In one, I shoved two optocouplers (one for front-to-back coordinates, the other for left-right coordinates). Optocouplers were taken out of a mechanical mouse, which I purchased for 30 rubles. In principle, optocouplers can be bought separately, but then the costs would be impressive. I glued the LEDs to the moving part of the joystick, and the photodiodes to the lower fixed part.

I used the second joystick on the principle of a gearbox. By moving the joystick to the most extreme positions (up, down, left, right), the contacts are closed. It turns out 4 positions - 4 buttons.

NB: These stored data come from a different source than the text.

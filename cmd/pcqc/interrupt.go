package main

import (
	"fmt"
	"io"
	"os"
	"os/signal"
	"sync"
	"syscall"

	"pcqc/outdir"
)

// The output folder being written, so that an interrupt can remove it.
var (
	activeMu  sync.Mutex
	activeOut *outdir.Output
)

func setActiveOutput(o *outdir.Output) {
	activeMu.Lock()
	activeOut = o
	activeMu.Unlock()
}

// abortActiveOutput removes the output being written, if any.
func abortActiveOutput() {
	activeMu.Lock()
	defer activeMu.Unlock()
	if activeOut != nil {
		activeOut.Abort()
	}
}

// handleInterrupts makes SIGINT, SIGTERM and SIGHUP (a closed terminal) remove the output being written
// (its temporary folder; a folder already renamed into place is complete
// and stays) and exit with the conventional status 128 + signal number. It
// returns a function that stops the handling.
func handleInterrupts(stderr io.Writer) func() {
	sigs := make(chan os.Signal, 1)
	signal.Notify(sigs, syscall.SIGINT, syscall.SIGTERM, syscall.SIGHUP)
	done := make(chan struct{})
	go func() {
		select {
		case s := <-sigs:
			abortActiveOutput()
			fmt.Fprintf(stderr, "\npcqc: interrupted (%v); nothing was written\n", s)
			code := 128 + int(s.(syscall.Signal))
			os.Exit(code)
		case <-done:
		}
	}()
	return func() {
		signal.Stop(sigs)
		close(done)
	}
}

// holdWriting is a test hook: with PCQC_TEST_HOLD_WRITING=FILE set, pcqc
// creates FILE once the tables are in the temporary folder and then waits,
// so that a test can interrupt or kill it in the middle of writing.
func holdWriting() {
	path := os.Getenv("PCQC_TEST_HOLD_WRITING")
	if path == "" {
		return
	}
	os.WriteFile(path, []byte("writing\n"), 0o644)
	select {}
}
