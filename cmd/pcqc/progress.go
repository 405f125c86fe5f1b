package main

import (
	"fmt"
	"io"
	"os"
	"strings"
	"sync"
	"time"

	"pcqc/analysis"
)

// isTerminal reports whether f is a character device (a terminal), where a
// progress bar makes sense; pipes and files get none.
func isTerminal(f *os.File) bool {
	st, err := f.Stat()
	return err == nil && st.Mode()&os.ModeCharDevice != 0
}

// progressBar draws one line per stage on a terminal, redrawn at most ten
// times a second. It is safe for concurrent use by resampling workers.
type progressBar struct {
	w     io.Writer
	mu    sync.Mutex
	stage string
	last  time.Time
}

func newProgress(w io.Writer, quiet bool) analysis.Progress {
	f, ok := w.(*os.File)
	if quiet || !ok || !isTerminal(f) {
		return nil
	}
	p := &progressBar{w: w}
	return p.update
}

func (p *progressBar) update(stage string, done, total int) {
	p.mu.Lock()
	defer p.mu.Unlock()
	now := time.Now()
	if stage == p.stage && done < total && now.Sub(p.last) < 100*time.Millisecond {
		return
	}
	p.stage, p.last = stage, now
	const width = 30
	filled := width * done / total
	fmt.Fprintf(p.w, "\r%-13s [%s%s] %d/%d", stage, strings.Repeat("#", filled), strings.Repeat(".", width-filled), done, total)
	if done == total {
		fmt.Fprintln(p.w)
	}
}
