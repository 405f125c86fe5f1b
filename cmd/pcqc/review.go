package main

import (
	"flag"
	"io"
	"path/filepath"

	"pcqc/analysis"
)

var reviewCommand = &command{
	name:    "review",
	summary: "check another person's PCA against the raw data",
	usage:   "pcqc review DATA --loadings FILE [--scores FILE] [--variance FILE] [--claimed-scale S] [flags]",
	help: `Review reads the raw DATA and another person's PCA results, and says whether
those results follow from the data, and if not, why.

  --loadings FILE     their loadings (required): variables as rows and
                      components as columns, or the transpose (found by
                      matching variable names to the data's columns);
                      component columns may have any names
  --scores FILE       their scores; matched to samples by id when a column
                      holds the sample ids, otherwise by row order
  --variance FILE     their eigenvalues, standard deviations, proportions or
                      percentages (which one is detected and reported)
  --claimed-scale S   the scaling the methods claim: unit, pareto, range or none

The analysis is recomputed under each plausible preprocessing (centred or
not × no, unit, Pareto or range scaling, after --transform), and the one their
loadings match best is found by the largest principal angle between their
retained subspace and ours. Review checks (ids review-*) report what is wrong
in sentences a reviewer can paste; the report opens with them and goes on
with the full audit of the recomputed analysis (centred, with the best
matching scaling unless --scale is given, and their number of components
unless --components is given).

The output folder defaults to <DATA name>-review.

` + auditFlagHelp,
	run: runReview,
}

func runReview(args []string, stdout, stderr io.Writer) (int, error) {
	fs := flag.NewFlagSet("review", flag.ContinueOnError)
	var f auditFlags
	f.register(fs, "")
	var loadingsPath, scoresPath, variancePath, claimed string
	fs.StringVar(&loadingsPath, "loadings", "", "")
	fs.StringVar(&scoresPath, "scores", "", "")
	fs.StringVar(&variancePath, "variance", "", "")
	fs.StringVar(&claimed, "claimed-scale", "", "")
	pos, helped, err := parseCommand("review", fs, &f, args, 1, "one data file", stdout)
	if helped || err != nil {
		return exitOK, err
	}
	if loadingsPath == "" {
		return 0, usagef("needs --loadings FILE (their loadings); see 'pcqc help review'")
	}
	var claimedScale analysis.Scaling
	if claimed != "" {
		if claimedScale, err = oneOf("claimed-scale", claimed, analysis.Scalings); err != nil {
			return 0, err
		}
	}
	data := pos[0]
	if f.out == "" {
		f.out = analysis.StemName(data) + "-review"
	}
	if !f.set["components"] {
		// Review keeps their number of components unless told otherwise;
		// it is known once their loadings are read (below). Until then a
		// fixed rule stands in, so that validation does not hold review to
		// parallel analysis, the default of run, and refuse
		// --permutations 0.
		f.components = analysis.ComponentRule{Kind: analysis.RuleFixed, Fixed: 1}.String()
	}
	reads := []string{data, loadingsPath, scoresPath, variancePath}
	read, err := f.validate(reads...)
	if err != nil {
		return 0, err
	}
	t, err := analysis.ReadTable(data, read)
	if err != nil {
		return 0, err
	}
	lt, err := analysis.ReadLooseTable(loadingsPath, read.Encoding)
	if err != nil {
		return 0, err
	}
	loadings, err := analysis.ParseLoadings(lt, t.Variables)
	if err != nil {
		return 0, err
	}
	t = t.Subset(loadings.Variables)
	_, k := loadings.V.Dims()
	var scores *analysis.TheirScores
	if scoresPath != "" {
		st, err := analysis.ReadLooseTable(scoresPath, read.Encoding)
		if err != nil {
			return 0, err
		}
		if scores, err = analysis.ParseScores(st, t.IDs, k); err != nil {
			return 0, err
		}
	}
	var variance *analysis.TheirVariance
	if variancePath != "" {
		vt, err := analysis.ReadLooseTable(variancePath, read.Encoding)
		if err != nil {
			return 0, err
		}
		if variance, err = analysis.ParseVariance(vt); err != nil {
			return 0, err
		}
	}
	rv, err := analysis.CompareReview(t, loadings, scores, variance, claimedScale)
	if err != nil {
		return 0, err
	}
	best := rv.Variants[rv.Best]
	adjust := func(o *analysis.Options) {
		if !f.set["scale"] {
			o.Scaling = best.Scaling
		}
		if !f.set["components"] {
			o.Components = analysis.ComponentRule{Kind: analysis.RuleFixed, Fixed: k}
		}
	}
	if !f.set["scale"] {
		f.scale = string(best.Scaling)
	}
	if !f.set["components"] {
		f.components = analysis.ComponentRule{Kind: analysis.RuleFixed, Fixed: k}.String()
	}
	return runAudit(auditJob{
		flags:   &f,
		read:    read,
		table:   t,
		command: append([]string{"pcqc", "review"}, args...),
		reads:   reads,
		review:  rv,
		adjust:  adjust,
		title:   "Review of a PCA of " + filepath.Base(data),
	}, stdout, stderr)
}
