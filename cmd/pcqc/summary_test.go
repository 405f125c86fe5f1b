package main

import (
	"encoding/json"
	"os"
	"path/filepath"
	"testing"
)

// summaryChecks is the part of every summary.json that the command tests
// read; embed it in a struct that adds the command's own section.
type summaryChecks struct {
	Verdict string `json:"verdict"`
	Checks  []struct {
		ID, Status, Message string
	} `json:"checks"`
}

// status returns the status of check id, or "absent".
func (s summaryChecks) status(id string) string {
	for _, c := range s.Checks {
		if c.ID == id {
			return c.Status
		}
	}
	return "absent"
}

// message returns the message of check id, or "".
func (s summaryChecks) message(id string) string {
	for _, c := range s.Checks {
		if c.ID == id {
			return c.Message
		}
	}
	return ""
}

// readSummaryFile decodes dir/summary.json into a T.
func readSummaryFile[T any](t *testing.T, dir string) T {
	t.Helper()
	var s T
	b, err := os.ReadFile(filepath.Join(dir, "summary.json"))
	if err != nil {
		t.Fatal(err)
	}
	if err := json.Unmarshal(b, &s); err != nil {
		t.Fatal(err)
	}
	return s
}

Just right for car simulators: up / down - shifting gears, and left / right for other needs (for example, a horn, a handbrake or a shift for NFS). Very comfortable and original :). The first joystick is connected to the GAME port, and the second to the first using a homemade port. It turns out this chain:

The first joystick has one feature - the absence of resistance, i.e. the handle moves quietly and does not return to the central position. There are pluses and minuses here. On the one hand, the hand practically does not get tired, I even got used to playing with one finger. On the other hand, it is difficult to find the central position (principally in flight simulators).

I used this design for a very long time, until my friends gave me a Logitech Attack 3 joystick.

Manual assembly, of course, cannot be compared with branded models, but the price of a homemade joystick is ten times less than the price of good joysticks.

Not only did I enjoy assembly and soldering, but it was also very pleasant to play. After all, there are no elementary things on the keyboard - the ability to adjust the gas and turn, which bring a share of realism and a lot of pleasant sensations to the game.
If you want to get new sensations in games, but there is no money for a good joystick, then take an example from me - make a joystick with your own hands :).

Hi all. In today's article, we'll talk about customizing a regular keyboard for gaming needs. Playing with a joystick or gamepad is much more convenient than pressing the WASD keys, but such gamepads are quite expensive. That's why the thought came do do it yourself a small joystick that could be placed on the keyboard. craft lightweight and portable. No cables or drivers are required to connect it. Just install under the tree on the keyboard and you're all set to go.

Step 1: What we need

  • Wire hanger;
  • Sugru - plasticine for adults.
  • Thin wire;
  • Platypuses;
  • Food film.

Instead of "sugru" you can try to use clay, but then you will need to rubberize the legs of the joystick for better contact with keys.

Step 2: Choose Control Keys

Usually in games, the WASD combination is used to move. But due to the linear arrangement of the ASD keys, the joystick will not function. Therefore, we will reassign control under WAXD. The joystick also works fine with the 8426 combination (on the small numeric keypad), despite the fact that the letters are slightly offset from each other.

Step 3: Frame

We cut off two pieces of wire about 8 cm long from the hanger. Bend them, forming U-shaped brackets. The legs are 2 cm long. One of the braces has slightly elongated legs so that they can cover the thickness of the bottom wire. Since the joystick was made for WAXD, we will skew the brackets so that they are installed directly on the keys.

Step 4: Sugro

Let's stretch the surga and stick around its entire frame. Let's form a kind of handle on top, and place the legs on the keys, having previously placed a cling film over the keyboard. As soon as we are satisfied with the shape of the joystick, we leave under the tree dry all night.